Do I put a serious movie about the ethics of drone warfare above or below the Mission: Impossible trailer? This is a monumentally worthless question, but it’s still one that gave me pause. In the end, it’s not a great trailer. Mission: Impossible‘s is better. But Good Kill looks like it could be a great project. I trust in most things Ethan Hawke, if not in the totality of every movie then at least in his very honest and forthright performances.

Director Andrew Niccol is one of the most up-and-down directors you find. Gattaca remains one of the most important movies of the 90s and one of the most important and singular science-fiction movies ever made. Lord of War featured, in my book, Nicolas Cage’s best performance. Then you have S1m0ne, a thoughtful but ill-constructed comedy, and The Host (the U.S. sci-fi movie, not the fun Korean monster flick). Somewhere in the middle, you have the stylish but rather void Justin Timberlake-vehicle In Time.

Which Andrew Niccol shows up to a given film is difficult to pin down, but Good Kill feels most in synch with Lord of War, and that’s promising. It also reteams Niccol with Hawke. The last time that happened, we got Gattacca. Count me cautiously optimistic.

THE TRANSPORTER REFUELED

This trailer to a FOURTH movie in a franchise that barely managed to hang together a first one has no business making me smile. It doesn’t even have Jason Statham in it.

And yet…

It looks like something I’d watch. Mind you, it doesn’t look like anything I’d have high expectations for. But sometimes those are two different things. In fact, when it comes to The Transporter series, those are always two different things.

WORST TRAILER OF THE WEEK
PIXELS

This idea of classic video game characters invading Earth wasn’t a bad one when Futurama did it. In 2002. It’s just that the cast, led by Adam Sandler and Kevin James, also seems better suited to 2002. Nothing against the actors, but they don’t seem the most appropriate to headline this level of comedy anymore. Hell, Sandler agreed to do one recent comedy only because it included a free trip to South Africa. Their star hasn’t burned out, but it has grown tiresome and repetitive. Imagine Tina Fey, Kevin Hart, Zach Galifianakis, Kristen Wiig, Jennifer Aniston, or Jason Segel in these roles.

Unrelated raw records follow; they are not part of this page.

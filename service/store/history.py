"""The append-only history of every change to a plug or a head.

Whoever changes a record adds its history entry in the same session, before the
commit, so the change and its entry are one transaction: neither exists without the
other. The API's create/replace/delete do this (service/web/records.py); an import
writes an `entry` per change with bulk statements (`service.usecases.stock`). Entries
are never updated or deleted: the migration that made the table (0003) also made
database triggers that refuse it.

`before` and `after` are kept as the API shows the record (the GET body), so the
history reads like the API and survives later changes to the table's columns.
"""
from __future__ import annotations

import getpass
from collections.abc import Mapping, Sequence
from dataclasses import dataclass
from datetime import datetime
from functools import cache
from typing import Any

from flask import g, has_request_context
from marshmallow import Schema
from sqlalchemy import func, select
from sqlalchemy.orm import Session

from service.store.models import ChangeRecord, utc_now

PLUG, HEAD = "plug", "head"
KIND_BY_KEY = {"sku": PLUG, "head_id": HEAD}
CREATE, REPLACE, DELETE = "create", "replace", "delete"
API, IMPORT, CLI = "api", "import", "cli"
ACTOR_LENGTH = 100


@dataclass(frozen=True)
class Change:
    """One record's change, for `record_change`. `before`/`after` are stored documents as
    the repository reads them (`RecordMapping.document_of`), None for a create/delete."""

    identifier: str
    before: Mapping[str, Any] | None
    after: Mapping[str, Any] | None
    version_before: int | None = None
    version_after: int | None = None


@cache
def _schema(kind: str) -> Schema:
    from schemas.answers import HeadSchema, PlugSchema

    return {PLUG: PlugSchema, HEAD: HeadSchema}[kind]()


def as_shown(kind: str, document: Mapping[str, Any] | None) -> dict[str, Any] | None:
    """A stored document as the API's GET shows it (plain JSON values)."""
    return None if document is None else dict(_schema(kind).dump(document))


def action_of(before: Mapping[str, Any] | None, after: Mapping[str, Any] | None) -> str:
    if before is None and after is None:
        raise ValueError("a change needs a before or an after")
    return CREATE if before is None else DELETE if after is None else REPLACE


def current_actor() -> str:
    """The API key's name inside a request; `cli:<user>` for a command run on the server."""
    if has_request_context():
        return g.get("api_key_name") or "anonymous"
    try:
        return f"cli:{getpass.getuser()}"[:ACTOR_LENGTH]
    except (KeyError, OSError):  # no user name in this environment
        return "cli"


def current_source() -> str:
    return API if has_request_context() else CLI


def entry(kind: str, identifier: str, before: dict[str, Any] | None, after: dict[str, Any] | None, actor: str,
          source: str, when: datetime, version_before: int | None = None,
          version_after: int | None = None) -> dict[str, Any]:
    """One history row, `before` and `after` already as the API shows them (`as_shown`)."""
    return {
        "resource": kind, "identifier": identifier, "action": action_of(before, after),
        "actor": actor[:ACTOR_LENGTH], "source": source, "changed_at": when,
        "version_before": version_before, "version_after": version_after, "before": before, "after": after,
    }


def _row(kind: str, change: Change, actor: str, source: str, when: datetime) -> dict[str, Any]:
    return entry(kind, change.identifier, as_shown(kind, change.before), as_shown(kind, change.after), actor,
                 source, when, change.version_before, change.version_after)


def record_change(session: Session, kind: str, key: str, before: Mapping[str, Any] | None,
                  after: Mapping[str, Any] | None, actor: str | None = None, *, source: str | None = None,
                  version_before: int | None = None, version_after: int | None = None) -> None:
    """Add one entry for the record `key` of `kind` (PLUG or HEAD) to `session`; the
    caller's commit writes it with the change itself."""
    change = Change(key, before, after, version_before, version_after)
    session.add(ChangeRecord(**_row(kind, change, actor or current_actor(), source or current_source(), utc_now())))


def page(session: Session, kind: str, key: str, offset: int, limit: int,
         newest_first: bool = True) -> tuple[Sequence[ChangeRecord], int]:
    """One page of the record's entries and how many there are in all."""
    where = (ChangeRecord.resource == kind, ChangeRecord.identifier == key)
    total = session.scalar(select(func.count()).select_from(ChangeRecord).where(*where)) or 0
    order = ChangeRecord.id.desc() if newest_first else ChangeRecord.id.asc()
    rows = session.scalars(select(ChangeRecord).where(*where).order_by(order).offset(offset).limit(limit)).all()
    return rows, total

Melissa McCarthy – who I’m generally not a fan of because she’s been stuck David Spade-like into movies that make fun of one element of her persona – would slaughter a movie like this. Dice it into little pieces and put it in a soup. Kill it. She would. McCarthy.

Point is, everything about this movie seems…well, not good but at least promising, until you see the faces. Then any notion of clever goes out the window, and “derivative” bolds, underlines, and ALL-CAPS itself. Obviously, I don’t hold out much hope for DERIVATIVE. Er, I mean Pixels.

Other trailers of interest:

Estonian war drama Tangerines.

Super cheesy-looking but kinda heartstring-pulling hero-dog movie Max.

Paper Towns actually looks like a fun teen mystery, but it smacks of promoting my least favorite lessons about men being rewarded with women by warrant of being obsessed, so good job ruining that.

And the disastrously titled Barely Lethal is proof that Samuel L. Jackson will act in anything. Oh well, it can’t be any worse than Vampire Academy, which was deceptively watchable.